Gourmet grasslands: Harvesting a perennial future
Publication: One Earth Volume 5, Issue 1, 21 January 2022, Pages 14-17
Commentary
The global food system is highly dependent on grains, the production of which requires annual biomass turnover, which reduces soil health and undermines sustainability. Investments in diverse perennial grain-producing crops that produce abundant biomass while enhancing ecosystem services are needed to sustain global food production and growing biomass demands.
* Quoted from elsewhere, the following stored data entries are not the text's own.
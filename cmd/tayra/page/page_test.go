package page

import (
	"bytes"
	"encoding/json"
	"fmt"
	"io"
	"net"
	"net/http"
	"net/http/httptest"
	"net/url"
	"os"
	"path/filepath"
	"regexp"
	"strings"
	"testing"

	"tayra/dose"
)

const testHost = "127.0.0.1:8420"

// examples is the folder of the repository's example cases.
var examples = filepath.Join("..", "..", "..", "testdata")

func example(t testing.TB, name string) []byte {
	t.Helper()
	data, err := os.ReadFile(filepath.Join(examples, name))
	if err != nil {
		t.Fatal(err)
	}
	return data
}

// caseNames are all example cases.
func caseNames(t testing.TB) []string {
	t.Helper()
	paths, err := filepath.Glob(filepath.Join(examples, "*.yaml"))
	if err != nil || len(paths) < 8 {
		t.Fatalf("%d example cases: %v", len(paths), err)
	}
	for i, p := range paths {
		paths[i] = filepath.Base(p)
	}
	return paths
}

// pairsOfCase are the fields of the form after a case file was opened.
func pairsOfCase(t testing.TB, name string) []pair {
	t.Helper()
	in, _, err := dose.ReadCase(name, example(t, name))
	if err != nil {
		t.Fatal(err)
	}
	return pairsOf(in)
}

// with replaces the text of a field, or adds the field.
func with(pairs []pair, path, text string) []pair {
	out := append([]pair{}, pairs...)
	for i := range out {
		if out[i][0] == path {
			out[i][1] = text
			return out
		}
	}
	return append(out, pair{path, text})
}

// request is one as the page sends it.
func request(method, path, kind string, body []byte) *http.Request {
	r := httptest.NewRequest(method, "http://"+testHost+path, bytes.NewReader(body))
	r.Header.Set("Origin", "http://"+testHost)
	r.Header.Set("Sec-Fetch-Site", "same-origin")
	if kind != "" {
		r.Header.Set("Content-Type", kind)
	}
	return r
}

func answer(r *http.Request) *httptest.ResponseRecorder {
	w := httptest.NewRecorder()
	Handler(testHost).ServeHTTP(w, r)
	return w
}

// post sends the fields of the form.
func post(t testing.TB, path string, v any) *httptest.ResponseRecorder {
	t.Helper()
	body, err := json.Marshal(v)
	if err != nil {
		t.Fatal(err)
	}
	return answer(request("POST", path, "application/json", body))
}

func decode[T any](t testing.TB, w *httptest.ResponseRecorder, status int) (v T) {
	t.Helper()
	if w.Code != status {
		t.Fatalf("status %d, want %d: %s", w.Code, status, w.Body)
	}
	if err := json.Unmarshal(w.Body.Bytes(), &v); err != nil {
		t.Fatalf("%v: %s", err, w.Body)
	}
	return v
}

func draftOf(t testing.TB, pairs []pair) drafted {
	t.Helper()
	return decode[drafted](t, post(t, "/draft", pairs), http.StatusOK)
}

var tags = regexp.MustCompile(`<[^>]*>`)

// seen is the text of a piece of a page.
func seen(html string) string {
	s := strings.NewReplacer("&#39;", "'", "&#34;", `"`, "&amp;", "&", "&lt;", "<", "&gt;", ">", "&#43;", "+", "\u00a0", " ").Replace(tags.ReplaceAllString(html, " "))
	return strings.Join(strings.Fields(s), " ")
}

func TestThePageOpens(t *testing.T) {
	w := answer(httptest.NewRequest("GET", "http://"+testHost+"/", nil))
	if w.Code != 200 || !strings.HasPrefix(w.Header().Get("Content-Type"), "text/html") {
		t.Fatalf("status %d, %s", w.Code, w.Header().Get("Content-Type"))
	}
	page := w.Body.String()
	for _, s := range []string{"DRAFT for a licensed veterinarian's judgement.", "Not a prescription.", "Local law on off-label use, controlled drugs and food animals applies."} {
		if !strings.Contains(page, s) {
			t.Errorf("the page does not say %q", s)
		}
	}
	// What the content policy forbids would be dead on the page.
	for _, no := range []string{"<style", " style=", "<script>", "onclick=", "oninput=", "http://", "https://", "javascript:"} {
		if strings.Contains(page, no) {
			t.Errorf("the page holds %q", no)
		}
	}
	for _, m := range regexp.MustCompile(`(?:href|src)="([^"]+)"`).FindAllStringSubmatch(page, -1) {
		if strings.HasPrefix(m[1], "#") {
			continue
		}
		if w := answer(httptest.NewRequest("GET", "http://"+testHost+m[1], nil)); w.Code != 200 || w.Header().Get("Content-Type") == "" {
			t.Errorf("%s: status %d", m[1], w.Code)
		}
	}
	ids := map[string]bool{}
	for _, m := range regexp.MustCompile(` id="([^"]+)"`).FindAllStringSubmatch(page, -1) {
		if ids[m[1]] {
			t.Errorf("two elements are called %s", m[1])
		}
		ids[m[1]] = true
	}
	for _, m := range regexp.MustCompile(` (?:for|aria-describedby|aria-controls|aria-labelledby)="([^"]+)"`).FindAllStringSubmatch(page, -1) {
		for _, id := range strings.Fields(m[1]) {
			if !ids[id] {
				t.Errorf("something belongs to %s, which is not there", id)
			}
		}
	}
}

// The goal is a page that opens at once on an old computer: 150 kB in all, with
// the fonts of the system; of that the script, which should stay readable in one
// sitting, 25 kB.
func TestThePageIsLight(t *testing.T) {
	total := len(emptyForm())
	for name := range contentTypes {
		data, err := files.ReadFile("static/" + name)
		if err != nil {
			t.Fatal(err)
		}
		total += len(data)
		if name == "page.js" && len(data) > 25_000 {
			t.Errorf("%s has %d bytes", name, len(data))
		}
	}
	t.Logf("%d bytes", total)
	if total > 150_000 {
		t.Errorf("the page has %d bytes", total)
	}
	if a := draftOf(t, pairsOfCase(t, "severalmodels.yaml")); len(a.Top)+len(a.Rest) > 150_000 {
		t.Errorf("a worksheet has %d bytes", len(a.Top)+len(a.Rest))
	}
}

func TestOnlyOneselfMayAsk(t *testing.T) {
	body, _ := json.Marshal(pairsOfCase(t, "anteater.yaml"))
	for _, tt := range []struct {
		name, method, path, host string
		header                   map[string]string
		want                     int
	}{
		{"the page itself", "POST", "/draft", testHost, map[string]string{"Origin": "http://" + testHost, "Sec-Fetch-Site": "same-origin"}, 200},
		{"under localhost", "POST", "/draft", "localhost:8420", map[string]string{"Origin": "http://localhost:8420", "Sec-Fetch-Site": "same-origin"}, 200},
		{"a program without an origin", "POST", "/draft", testHost, nil, 200},
		{"the address bar", "GET", "/", testHost, map[string]string{"Sec-Fetch-Site": "none"}, 200},
		{"a link elsewhere", "GET", "/", testHost, map[string]string{"Sec-Fetch-Site": "cross-site", "Sec-Fetch-Mode": "navigate", "Sec-Fetch-Dest": "document"}, 200},
		{"a frame elsewhere", "GET", "/", testHost, map[string]string{"Sec-Fetch-Site": "cross-site", "Sec-Fetch-Mode": "navigate", "Sec-Fetch-Dest": "iframe"}, 403},
		{"a script tag elsewhere", "GET", "/static/page.js", testHost, map[string]string{"Sec-Fetch-Site": "cross-site", "Sec-Fetch-Mode": "no-cors"}, 403},
		{"another page of the site", "POST", "/draft", testHost, map[string]string{"Sec-Fetch-Site": "same-site"}, 403},
		{"another origin", "POST", "/draft", testHost, map[string]string{"Origin": "http://example.com"}, 403},
		{"another port", "POST", "/draft", testHost, map[string]string{"Origin": "http://127.0.0.1:9999"}, 403},
		{"another scheme", "POST", "/draft", testHost, map[string]string{"Origin": "https://" + testHost}, 403},
		{"a sandboxed page", "POST", "/draft", testHost, map[string]string{"Origin": "null"}, 403},
		{"an empty origin", "POST", "/draft", testHost, map[string]string{"Origin": ""}, 403},
		{"localhost for the number", "POST", "/draft", testHost, map[string]string{"Origin": "http://localhost:8420"}, 403},
		{"a rebound name", "GET", "/", "rebound.example.com:8420", nil, 403},
		{"a rebound name without a port", "GET", "/", "rebound.example.com", nil, 403},
		{"the number without the port", "GET", "/", "127.0.0.1", nil, 403},
		{"localhost with another port", "GET", "/", "localhost:9999", nil, 403},
		{"a name that begins like it", "GET", "/", testHost + ".example.com", nil, 403},
		{"every address", "GET", "/", "0.0.0.0:8420", nil, 403},
		{"no host", "GET", "/", "", nil, 403},
		{"a rebound name, a file", "POST", "/open", "rebound.example.com:8420", nil, 403},
	} {
		t.Run(tt.name, func(t *testing.T) {
			r := httptest.NewRequest(tt.method, "http://"+testHost+tt.path, bytes.NewReader(body))
			r.Host = tt.host
			r.Header.Set("Content-Type", "application/json")
			for k, v := range tt.header {
				r.Header.Set(k, v)
			}
			w := answer(r)
			if w.Code != tt.want {
				t.Errorf("status %d, want %d", w.Code, tt.want)
			}
			if w.Code == 403 && (!strings.HasPrefix(w.Body.String(), "refused: ") || strings.Contains(w.Body.String(), "anteater")) {
				t.Errorf("said %q", w.Body)
			}
		})
	}
}

func TestEveryAnswerHasThePolicy(t *testing.T) {
	pairs, _ := json.Marshal(pairsOfCase(t, "anteater.yaml"))
	foreign := request("POST", "/draft", "application/json", pairs)
	foreign.Host = "example.com"
	for name, r := range map[string]*http.Request{
		"page":      request("GET", "/", "", nil),
		"script":    request("GET", "/static/page.js", "", nil),
		"nothing":   request("GET", "/nothing", "", nil),
		"draft":     request("POST", "/draft", "application/json", pairs),
		"record":    request("POST", "/record", "application/json", pairs),
		"worksheet": request("POST", "/worksheet/a4", "application/json", pairs),
		"faulty":    request("POST", "/draft", "application/json", []byte("{")),
		"foreign":   foreign,
	} {
		h := answer(r).Header()
		csp := h.Get("Content-Security-Policy")
		for _, want := range []string{"default-src 'none'", "script-src 'self'", "connect-src 'self'", "form-action 'none'", "base-uri 'none'", "frame-ancestors 'none'"} {
			if !strings.Contains(csp, want) {
				t.Errorf("%s: the policy lacks %s", name, want)
			}
		}
		if strings.Contains(csp, "unsafe") || strings.Contains(csp, "*") || strings.Contains(csp, "data:") {
			t.Errorf("%s: the policy is %s", name, csp)
		}
		for k, want := range map[string]string{"X-Content-Type-Options": "nosniff", "Cache-Control": "no-store", "Referrer-Policy": "no-referrer",
			"X-Frame-Options": "DENY", "Cross-Origin-Resource-Policy": "same-origin", "Cross-Origin-Opener-Policy": "same-origin"} {
			if h.Get(k) != want {
				t.Errorf("%s: %s is %q", name, k, h.Get(k))
			}
		}
	}
}

func TestRequestsThatThePageDoesNotSend(t *testing.T) {
	long := func(n int) []byte { return []byte(`[["case","` + strings.Repeat("a", n) + `"]]`) }
	for _, tt := range []struct {
		name, method, path, kind string
		body                     []byte
		want                     int
		says                     string
	}{
		{"a form of another page", "POST", "/draft", "application/x-www-form-urlencoded", []byte("a=b"), 415, "application/json"},
		{"text that looks like JSON", "POST", "/draft", "text/plain", []byte("[]"), 415, "application/json"},
		{"no JSON", "POST", "/draft", "application/json", []byte("{"), 400, "cannot be read"},
		{"an object", "POST", "/draft", "application/json", []byte(`{"case":"x"}`), 400, "cannot be read"},
		{"two values", "POST", "/draft", "application/json", []byte(`[] []`), 400, "cannot be read"},
		{"an unknown field", "POST", "/draft", "application/json", []byte(`[["patient.weight","41 kg"]]`), 400, "no such field"},
		{"the file's place", "POST", "/draft", "application/json", []byte(`[["File","/etc/passwd"]]`), 400, "no such field"},
		{"a fitted line", "POST", "/draft", "application/json", []byte(`[["fit.target","41 kg"]]`), 400, "no such field"},
		{"a list without end", "POST", "/draft", "application/json", []byte(`[["models[999999999].dose","1 mg/kg"]]`), 400, "no such field"},
		{"a place before the first", "POST", "/draft", "application/json", []byte(`[["models[-1].dose","1 mg/kg"]]`), 400, "no such field"},
		{"too long", "POST", "/draft", "application/json", long(maxCase), 413, "too large"},
		{"too long a file", "POST", "/open", "application/octet-stream", make([]byte, maxFile+1), 413, "at most 16 MB"},
		{"a file as something else", "POST", "/open", "application/json", []byte("case: x"), 415, "application/octet-stream"},
		{"too long a name", "POST", "/animals", "application/json", long(maxWords), 400, "cannot be read"},
		{"paper of another size", "POST", "/worksheet/a3", "application/json", []byte("[]"), 404, "paper"},
		{"a case in the address", "GET", "/draft?patient.mass=41", "", nil, 405, ""},
		{"a file out of the program", "GET", "/static/..%2fpage.go", "", nil, 404, ""},
		{"a template", "GET", "/static/index.html", "", nil, 404, ""},
	} {
		t.Run(tt.name, func(t *testing.T) {
			w := answer(request(tt.method, tt.path, tt.kind, tt.body))
			if w.Code != tt.want || !strings.Contains(w.Body.String(), tt.says) {
				t.Errorf("status %d, want %d; said %.300s", w.Code, tt.want, w.Body)
			}
		})
	}
}

// The file of a page that is served has no other way out than the answer: no
// address that the script asks for carries anything that was typed.
func TestAddressesHoldNothingTyped(t *testing.T) {
	script, err := files.ReadFile("static/page.js")
	if err != nil {
		t.Fatal(err)
	}
	for _, no := range []string{"localStorage", "sessionStorage", "indexedDB", "document.cookie", "location.", "history.", "XMLHttpRequest", "sendBeacon", "WebSocket", "import(", "eval(", "new Function"} {
		if bytes.Contains(script, []byte(no)) {
			t.Errorf("the script uses %s", no)
		}
	}
	for _, m := range regexp.MustCompile(`fetch\(([^,]+),`).FindAllStringSubmatch(string(script), -1) {
		if m[1] != "path" {
			t.Errorf("the script fetches %s", m[1])
		}
	}
}

// Requests that never end hold no place in line: with many of them open, a case
// is drafted all the same. The server has no time limits here, so that nothing
// but the order of the work can end the test.
func TestSlowRequestsKeepNobodyWaiting(t *testing.T) {
	srv := httptest.NewUnstartedServer(nil)
	srv.Config.Handler = Handler(srv.Listener.Addr().String())
	srv.Start()
	defer srv.Close()
	host := srv.Listener.Addr().String()
	for range 40 {
		conn, err := net.Dial("tcp", host)
		if err != nil {
			t.Fatal(err)
		}
		defer conn.Close()
		fmt.Fprintf(conn, "POST /draft HTTP/1.1\r\nHost: %s\r\nContent-Type: application/json\r\nContent-Length: 1000\r\n\r\n[", host)
	}
	body, _ := json.Marshal(pairsOfCase(t, "anteater.yaml"))
	r, err := http.Post(srv.URL+"/draft", "application/json", bytes.NewReader(body))
	if err != nil || r.StatusCode != 200 {
		t.Fatal(err)
	}
	r.Body.Close()
}

func ExampleHandler() {
	server := httptest.NewUnstartedServer(nil)
	server.Config.Handler = Handler(server.Listener.Addr().String())
	server.Start()
	defer server.Close()
	fields := `[["date","2026-11-30"],
		["patient.species","giant anteater"],["patient.mass","41"],
		["drug.name","examplicillin"],
		["models[0].species","dog"],["models[0].mass","18 kg"],["models[0].dose","10 mg/kg"],["models[0].interval","q12h"],
		["models[0].source","practice protocol 7, invented"]]`
	response, err := http.Post(server.URL+"/draft", "application/json", strings.NewReader(fields))
	if err != nil {
		fmt.Println(err)
		return
	}
	defer response.Body.Close()
	var answer struct{ Say string }
	body, _ := io.ReadAll(response.Body)
	json.Unmarshal(body, &answer)
	fmt.Println(answer.Say)
	// Output: No draft: 1 field is wrong. Body mass: "41" has no unit; write the number with its unit, like "41 kg".
}

// fileRequest is one as the page sends it for a file that was dropped.
func fileRequest(path, name string, data []byte) *http.Request {
	r := request("POST", path, "application/octet-stream", data)
	r.Header.Set("X-File-Name", url.PathEscape(name))
	return r
}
Putting the brakes on runaway biomass cycling
Humanity depends directly upon the biomass production of Planet Earth for food, fuel, and fiber. Indirectly, we also rely upon the biomass of the planet for continual provision of ecosystem services such as soil formation, nutrient cycling, climate stability, and fresh water. However, as human appropriation of the earth’s biomass increases, provision of ecosystem services has declined. We hypothesize that these trends are connected by global food production, specifically the displacement of deep-rooted, long-lived plant communities by fast-growing, short-lived crops whose biomass is completely removed, killed, or plowed under each year. The solution to this problem is not simply research to increase the production of biomass, but R&D toward crops that can grow rapidly and be harvested frequently while investing in some durable, long-lived biomass. The bioenergy community has done exactly this in moving from biomass crops such as maize (annual) toward perennial grass and tree bioenergy crops. Here we argue that a similar investment is needed for food crops.